Over the years I've learned to accept the fact that everyone runs their life the way they want to. I don't let it bother me as much. Certainly there are moments of regret, but I've gotten used to it.
Howard: You write, “I can balance my career, my health, my kids and my marriage. It’s all about knowing how to manage everyone’s needs—who needs what when and how to give it to them.” What does that look like for you?
Hess: You really need to talk to yourself at times and say, “OK, I can do this.” It's self-coaching. And it's sort of a grounding, where you remind yourself that you're there for many different reasons and different roles.
Yes, I'm a veterinarian, but I'm a mother and I'm a wife and I'm a friend and I'm diabetic, and it's often overwhelming when you look at the whole big picture. If you can just categorize and compartmentalize a little bit and take it one day at a time, it's much easier to do.

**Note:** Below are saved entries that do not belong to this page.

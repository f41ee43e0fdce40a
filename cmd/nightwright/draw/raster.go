package draw

import (
	"image"
	"image/color"
	"image/draw"
	"image/png"
	"io"
	"math"
	"strconv"
	"strings"

	"golang.org/x/image/font"
	"golang.org/x/image/font/gofont/gobold"
	"golang.org/x/image/font/gofont/goregular"
	"golang.org/x/image/font/opentype"
	"golang.org/x/image/math/fixed"
	"golang.org/x/image/vector"
)

// PNG writes the picture in the colours of light paper, with so many dots for
// each pixel of the picture.
func (c *Canvas) PNG(w io.Writer, scale float64) error {
	p := &plotter{scale: scale, img: image.NewRGBA(image.Rect(0, 0, int(math.Ceil(c.W*scale)), int(math.Ceil(c.H*scale)))), faces: map[Type]font.Face{}}
	draw.Draw(p.img, p.img.Bounds(), image.NewUniform(Paper.rgba(false)), image.Point{}, draw.Src)
	for i := range c.shapes {
		s := &c.shapes[i]
		if s.kind == words {
			if err := p.words(s); err != nil {
				return err
			}
			continue
		}
		p.shape(s)
	}
	e := png.Encoder{CompressionLevel: png.DefaultCompression}
	return e.Encode(w, p.img)
}

// plotter turns shapes into dots.
type plotter struct {
	scale float64
	img   *image.RGBA
	faces map[Type]font.Face
}

func (p *plotter) shape(s *shape) {
	at := make([]Point, len(s.at))
	for i, q := range s.at {
		at[i] = Point{q.X * p.scale, q.Y * p.scale}
	}
	if s.kind == circle {
		at = round(at[0], s.r*p.scale)
	}
	if s.style.Fill != NoInk && s.kind != polyline {
		p.fill([][]Point{at}, s.style.Fill, s.style.Opacity)
	}
	if s.style.Stroke != NoInk {
		if s.kind != polyline {
			at = append(at, at[0])
		}
		width := max(s.style.Width*p.scale, 0.5)
		var pieces [][]Point
		for _, part := range dashes(at, s.style.Dash, p.scale) {
			pieces = append(pieces, thick(part, width/2)...)
		}
		p.fill(pieces, s.style.Stroke, s.style.Opacity)
	}
}

// round is a circle as a polygon.
func round(at Point, r float64) []Point {
	n := min(max(12, int(r*2)), 90)
	out := make([]Point, n)
	for k := range out {
		sin, cos := math.Sincos(2 * math.Pi * float64(k) / float64(n))
		out[k] = Point{at.X + r*cos, at.Y + r*sin}
	}
	return out
}

// thick makes a line with round ends and joints of convex pieces that all
// turn the same way, so that overlaps add up and never cancel.
func thick(at []Point, half float64) [][]Point {
	var out [][]Point
	for k := 1; k < len(at); k++ {
		a, b := at[k-1], at[k]
		dx, dy := b.X-a.X, b.Y-a.Y
		d := math.Hypot(dx, dy)
		if d == 0 {
			continue
		}
		nx, ny := -dy/d*half, dx/d*half
		out = append(out, []Point{{a.X - nx, a.Y - ny}, {b.X - nx, b.Y - ny}, {b.X + nx, b.Y + ny}, {a.X + nx, a.Y + ny}})
		if half > 0.7 {
			out = append(out, round(b, half))
		}
	}
	return out
}

// dashes cuts a line into the parts that are drawn.
func dashes(at []Point, dash string, scale float64) [][]Point {
	if dash == "" {
		return [][]Point{at}
	}
	var lengths []float64
	for _, word := range strings.Fields(dash) {
		if v, err := strconv.ParseFloat(word, 64); err == nil && v > 0 {
			lengths = append(lengths, v*scale)
		}
	}
	if len(lengths) < 2 {
		return [][]Point{at}
	}
	var out [][]Point
	turn, left, on := 0, lengths[0], true
	part := []Point{at[0]}
	for k := 1; k < len(at); k++ {
		a, b := at[k-1], at[k]
		for d := math.Hypot(b.X-a.X, b.Y-a.Y); d > left; d = math.Hypot(b.X-a.X, b.Y-a.Y) {
			a = Point{a.X + (b.X-a.X)*left/d, a.Y + (b.Y-a.Y)*left/d}
			if on {
				out = append(out, append(part, a))
			}
			part, on = []Point{a}, !on
			turn = (turn + 1) % len(lengths)
			left = lengths[turn]
		}
		left -= math.Hypot(b.X-a.X, b.Y-a.Y)
		part = append(part, b)
	}
	if on {
		out = append(out, part)
	}
	return out
}

// fill paints polygons as one shape.
func (p *plotter) fill(pieces [][]Point, ink Ink, opacity float64) {
	x0, y0, x1, y1 := math.Inf(1), math.Inf(1), math.Inf(-1), math.Inf(-1)
	for _, piece := range pieces {
		for _, q := range piece {
			x0, y0, x1, y1 = min(x0, q.X), min(y0, q.Y), max(x1, q.X), max(y1, q.Y)
		}
	}
	box := image.Rect(int(math.Floor(x0)), int(math.Floor(y0)), int(math.Ceil(x1))+1, int(math.Ceil(y1))+1).Intersect(p.img.Bounds())
	if box.Empty() || math.IsInf(x0, 0) {
		return
	}
	r := vector.NewRasterizer(box.Dx(), box.Dy())
	for _, piece := range pieces {
		for k, q := range piece {
			x, y := float32(q.X-float64(box.Min.X)), float32(q.Y-float64(box.Min.Y))
			if k == 0 {
				r.MoveTo(x, y)
			} else {
				r.LineTo(x, y)
			}
		}
		r.ClosePath()
	}
	r.Draw(p.img, box, image.NewUniform(faded(ink.rgba(false), opacity)), image.Point{})
}

func faded(c color.NRGBA, opacity float64) color.NRGBA {
	if opacity > 0 && opacity < 1 {
		c.A = uint8(math.Round(255 * opacity))
	}
	return c
}

func (p *plotter) words(s *shape) error {
	t := s.typ
	key := Type{Size: t.Size, Bold: t.Bold}
	face := p.faces[key]
	if face == nil {
		data := goregular.TTF
		if t.Bold {
			data = gobold.TTF
		}
		f, err := opentype.Parse(data)
		if err != nil {
			return err
		}
		if face, err = opentype.NewFace(f, &opentype.FaceOptions{Size: t.Size * p.scale * 0.94, DPI: 72, Hinting: font.HintingNone}); err != nil {
			return err
		}
		p.faces[key] = face
	}
	d := font.Drawer{Dst: p.img, Src: image.NewUniform(t.Ink.rgba(false)), Face: face}
	x := s.at[0].X * p.scale
	switch width := float64(d.MeasureString(s.text)) / 64; t.Anchor {
	case Middle:
		x -= width / 2
	case End:
		x -= width
	}
	d.Dot = fixed.Point26_6{X: fixed.Int26_6(x * 64), Y: fixed.Int26_6(s.at[0].Y * p.scale * 64)}
	d.DrawString(s.text)
	return nil
}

I'll tell you, there's no point at which I've felt that I've achieved this balance, and I'm forever juggling, but I think you get used to that feeling and just realize you're doing the best you can, and that's really all you can do.
Howard: In the middle of a big real-life mystery at the heart of the book—with sugar gliders arriving lethargic and dying in veterinary practices up and down the East Coast—you wind up working closely with a sugar glider breeder during your investigation. And when other veterinarians and pet owners get wind of this, you get some negative attention on TV news, the internet and phone calls to your practice. Tell me about that.

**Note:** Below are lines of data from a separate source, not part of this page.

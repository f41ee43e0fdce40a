package draw

import (
	"math"
	"strconv"
)

// Point is a place on a picture, px.
type Point struct{ X, Y float64 }

// Style says how a shape looks. The zero value shows nothing.
type Style struct {
	Fill, Stroke Ink
	Width        float64 // of the stroke, px
	Dash         string  // lengths on and off, px, such as "6 3"; "" is a whole line
	Opacity      float64 // of all of it, 0 to 1; 0 means 1
}

// Anchor says which part of a text stands at its point.
type Anchor uint8

// The anchors.
const (
	Start Anchor = iota
	Middle
	End
)

// Type says how a text looks.
type Type struct {
	Size   float64 // px; 0 means 12
	Ink    Ink     // NoInk means Text
	Anchor Anchor
	Bold   bool
}

type shapeKind uint8

const (
	polygon shapeKind = iota
	polyline
	circle
	words
)

// shape is one mark. Circles have one point and a radius, words one point.
type shape struct {
	kind  shapeKind
	style Style
	typ   Type
	at    []Point
	r     float64
	text  string
	hint  string
}

// Canvas is a picture in the making.
type Canvas struct {
	Name  string  // of files and of ids in a page: small letters and hyphens
	Title string  // what it shows, in a few words
	Alt   string  // what it says, for who can't see it
	W, H  float64 // px

	shapes []shape
	hint   string
}

// New starts a picture.
func New(name, title string, w, h float64) *Canvas {
	return &Canvas{Name: name, Title: title, W: w, H: h}
}

func (c *Canvas) add(s shape) {
	s.hint, c.hint = c.hint, ""
	c.shapes = append(c.shapes, s)
}

// Hint gives the next shape a text that shows under the pointer.
func (c *Canvas) Hint(text string) { c.hint = text }

// Rect draws a rectangle.
func (c *Canvas) Rect(x, y, w, h float64, s Style) {
	if w <= 0 || h <= 0 {
		c.hint = ""
		return
	}
	c.add(shape{kind: polygon, style: s, at: []Point{{x, y}, {x + w, y}, {x + w, y + h}, {x, y + h}}})
}

// Polygon draws a closed shape of at least three points.
func (c *Canvas) Polygon(at []Point, s Style) {
	if len(at) > 2 {
		c.add(shape{kind: polygon, style: s, at: at})
	}
}

// Line draws an open line through points.
func (c *Canvas) Line(s Style, at ...Point) {
	if len(at) > 1 {
		c.add(shape{kind: polyline, style: s, at: at})
	}
}

// Circle draws a circle.
func (c *Canvas) Circle(x, y, r float64, s Style) {
	c.add(shape{kind: circle, style: s, at: []Point{{x, y}}, r: r})
}

// Text writes words with their baseline at y.
func (c *Canvas) Text(x, y float64, text string, t Type) {
	if text == "" {
		return
	}
	if t.Size == 0 {
		t.Size = 12
	}
	if t.Ink == NoInk {
		t.Ink = Text
	}
	c.add(shape{kind: words, typ: t, at: []Point{{x, y}}, text: text})
}

// Grow makes a picture higher, for what is only known once it is drawn.
func (c *Canvas) Grow(h float64) { c.H = max(c.H, h) }

// Clip shortens a text to so many characters.
func Clip(text string, most int) string {
	r := []rune(text)
	if len(r) <= most {
		return text
	}
	return string(r[:most-1]) + "…"
}

// Number writes a number with so many decimals, without trailing zeros.
func Number(x float64, decimals int) string {
	p := math.Pow(10, float64(decimals))
	return strconv.FormatFloat(math.Round(x*p)/p+0, 'f', -1, 64) // + 0 makes -0 of tiny negatives 0
}
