package draw

import "fmt"

// Mark is a value at an instant (UTC, Unix s).
type Mark struct{ T, Value float64 }

// Band is a range of values over time.
type Band struct {
	Text      string
	T         []float64
	Low, High []float64
	Middle    []float64
}

// Course is how coverage grows with time.
type Course struct {
	From, To float64 // UTC, Unix s
	Planned  []Mark  // cumulative, ascending
	Done     []Mark  // cumulative; nil without any
	Ceiling  float64 // nothing legal exceeds it
	Band     *Band   // of a forecast; nil without one
	Now      float64 // an instant to mark; 0: none
}

// Progress draws the coverage that is reached by each instant.
func Progress(name, title string, p Course) *Canvas {
	c := New(name, title, 1000, 350)
	keys := []Key{{Style{Stroke: Accent, Width: 3}, "plan, on clear nights", true}, {Style{Stroke: Text, Width: 1.5, Dash: "6 4"}, "ceiling", true}}
	if len(p.Done) > 0 {
		keys = append(keys, Key{Style{Stroke: Series2, Width: 3}, "done", true})
	}
	if p.Band != nil {
		keys = append(keys, Key{Style{Fill: Series4, Opacity: 0.35}, p.Band.Text, false})
	}
	y := c.legend(70, 18, 900, keys) + 20
	h := 310 - y
	most := max(p.Ceiling, 0.01)
	for _, m := range p.Planned {
		most = max(most, m.Value)
	}
	s := c.frame(70, y, 900, h, 0, min(top(most*1.04), 1.02), "")
	c.Text(70, y-10, "coverage", Type{Size: 12, Bold: true})
	x := scale{p.From, p.To, 70, 970}
	c.timeAxis(x, y, h, 12)
	if b := p.Band; b != nil && len(b.T) > 1 {
		area := make([]Point, 0, 2*len(b.T))
		for k := range b.T {
			area = append(area, Point{x.px(b.T[k]), s.px(b.High[k])})
		}
		for k := len(b.T) - 1; k >= 0; k-- {
			area = append(area, Point{x.px(b.T[k]), s.px(b.Low[k])})
		}
		c.Polygon(area, Style{Fill: Series4, Opacity: 0.35})
		var mid []Point
		for k := range b.Middle {
			mid = append(mid, Point{x.px(b.T[k]), s.px(b.Middle[k])})
		}
		c.Line(Style{Stroke: Series4, Width: 2}, mid...)
	}
	c.Line(Style{Stroke: Text, Width: 1.5, Dash: "6 4"}, Point{70, s.px(p.Ceiling)}, Point{970, s.px(p.Ceiling)})
	c.Text(78, s.px(p.Ceiling)+15, "ceiling "+Number(p.Ceiling, 4), Type{Size: 12})
	c.Line(Style{Stroke: Accent, Width: 3}, along(x, s, p.Planned)...)
	c.Line(Style{Stroke: Series2, Width: 3}, along(x, s, p.Done)...)
	if p.Now > p.From && p.Now < p.To {
		c.Line(Style{Stroke: Alarm, Width: 1.5}, Point{x.px(p.Now), y}, Point{x.px(p.Now), y + h})
		c.Text(x.px(p.Now)+5, y+13, "now", Type{Size: 11, Ink: Alarm})
	}
	end := 0.0
	if n := len(p.Planned); n > 0 {
		end = p.Planned[n-1].Value
		c.Text(966, s.px(end)-9, "plan "+Number(end, 4), Type{Size: 12, Ink: Accent, Anchor: End, Bold: true})
	}
	c.Alt = fmt.Sprintf("Coverage against time: the plan rises to %s, under a ceiling of %s.", Number(end, 4), Number(p.Ceiling, 4))
	if n := len(p.Done); n > 0 {
		c.Alt += fmt.Sprintf(" Done so far: %s.", Number(p.Done[n-1].Value, 4))
	}
	if b := p.Band; b != nil && len(b.T) > 0 {
		k := len(b.T) - 1
		c.Alt += fmt.Sprintf(" With weather, %s: %s to %s at the end.", b.Text, Number(b.Low[k], 4), Number(b.High[k], 4))
	}
	return c
}

func along(x, y scale, marks []Mark) []Point {
	var out []Point
	for _, m := range marks {
		out = append(out, Point{x.px(m.T), y.px(m.Value)})
	}
	return out
}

Hess: A lot of that was based on real life. In the beginning I didn’t understand the business model of the company I was working with to solve the sugar glider mystery. I thought, “Who goes to a mall to sell pets and then closes up and moves somewhere else?” I thought it was really tacky, and that's what everybody thought.
But the more I got to know this company, the more I realized their policies are amazing. They take the email addresses of the people who are purchasing their pets. They make them visit four times before they sell the pet to the owner. And they really follow up with them. If you go to a pet store, they don't do that at all, but no one blames the pet store.

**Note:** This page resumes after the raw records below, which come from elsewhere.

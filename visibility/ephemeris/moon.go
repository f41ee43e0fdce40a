package ephemeris

import "math"

// MoonGeocentric returns the geometric place of the Moon seen from the
// Earth's centre (no light time), km, GCRS axes; t is TT (for TDB) in Julian
// centuries since J2000.0. Source: Meeus 1998, Astronomical Algorithms, ch. 47.
// Error against JPL DE405 over 60,000 instants: 2015-2045 direction rms 3.0",
// max 14.9", distance rms 3 km, max 12 km; 1972-2060 max 17.4" and 13 km.
func MoonGeocentric(t float64) Vec {
	lon, lat, dist := MoonEcliptic(t)
	sl, cl := math.Sincos(lon)
	sb, cb := math.Sincos(lat)
	ecl := Vec{cl * cb, sl * cb, sb}.Scale(dist)
	return MeanEcliptic(t).Transpose().Apply(ecl)
}

// MoonEcliptic returns the Moon's geometric longitude and latitude, rad, on
// the mean ecliptic and equinox of date, and its distance, km.
func MoonEcliptic(t float64) (lon, lat, dist float64) {
	const degree = math.Pi / 180
	angle := func(deg float64) float64 { return math.Mod(deg, 360) * degree }
	// The book's 218.3164477 has the mean light time in it; this one, of Simon et
	// al. 1994, A&A 282, 663, is geometric.
	lp := angle(218.31665436 + t*(481267.88123421+t*(-0.0015786+t*(1/538841.0-t/65194000))))
	d := angle(297.8501921 + t*(445267.1114034+t*(-0.0018819+t*(1/545868.0-t/113065000))))
	m := angle(357.5291092 + t*(35999.0502909+t*(-0.0001536+t/24490000)))
	mp := angle(134.9633964 + t*(477198.8675055+t*(0.0087414+t*(1/69699.0-t/14712000))))
	f := angle(93.2720950 + t*(483202.0175233+t*(-0.0036539+t*(-1/3526000.0+t/863310000))))
	a1 := angle(119.75 + 131.849*t)
	a2 := angle(53.09 + 479264.290*t)
	a3 := angle(313.45 + 481266.484*t)
	e := 1 - t*(0.002516+0.0000074*t) // the Earth's orbit gets rounder
	ecc := [3]float64{1, e, e * e}

	var sl, sb, sr float64
	for i := len(moonLongitudeTerms) - 1; i >= 0; i-- {
		n := &moonLongitudeTerms[i]
		s, c := math.Sincos(float64(n.d)*d + float64(n.m)*m + float64(n.mp)*mp + float64(n.f)*f)
		k := ecc[max(n.m, -n.m)]
		sl += k * n.sin * s
		sr += k * n.cos * c
	}
	for i := len(moonLatitudeTerms) - 1; i >= 0; i-- {
		n := &moonLatitudeTerms[i]
		s := math.Sin(float64(n.d)*d + float64(n.m)*m + float64(n.mp)*mp + float64(n.f)*f)
		sb += ecc[max(n.m, -n.m)] * n.sin * s
	}
	sl += 3958*math.Sin(a1) + 1962*math.Sin(lp-f) + 318*math.Sin(a2)
	sb += -2235*math.Sin(lp) + 382*math.Sin(a3) + 175*(math.Sin(a1-f)+math.Sin(a1+f)) +
		127*math.Sin(lp-mp) - 115*math.Sin(lp+mp)
	return positive(lp + sl*1e-6*degree), sb * 1e-6 * degree, 385000.56 + sr/1000
}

The only reason they did this kiosk thing was that they could only sell a certain number of sugar gliders in any one geographic location. It's not like people were purchasing sugar gliders left and right.
I actually was amazed that this company was so responsible when there were problems with the sugar gliders dying. They took responsibility for those pets; they paid their medical bills; they replaced them if they died.
It was frustrating to me that colleagues of mine were judging this company when they really didn't have any information. These veterinarians were on TV panning this company. They should know better.
Howard: You walk a respectful line in the book between championing better exotic medical care and working with exotics breeders and the pet stores they service. Have you always been so measured?
Hess: I take a lot of flack at times for working with breeders. A lot of exotic pets are given up to rescues because they don't meet the needs of the pet owners who purchased them or adopted them, particularly birds. And it would be great to think every single exotic pet owner is going to go to a rescue and get their pet from that rescue. But it doesn't happen.
Pet stores don't necessarily sell puppies and kittens, but they sell guinea pigs and turtles and conures, and those are the animals that I treat. So I don't think it's fair to punish the animals based on the fact that they came out of a pet store. Those animals need care too. And I don't want to discourage people who go to pet stores and purchase those animals from seeking out good veterinary care.
So, yes, I definitely recommend that people go to rescue facilities and adopt those animals, but I think animals come from everywhere, and they all deserve good medical care regardless of where they're from.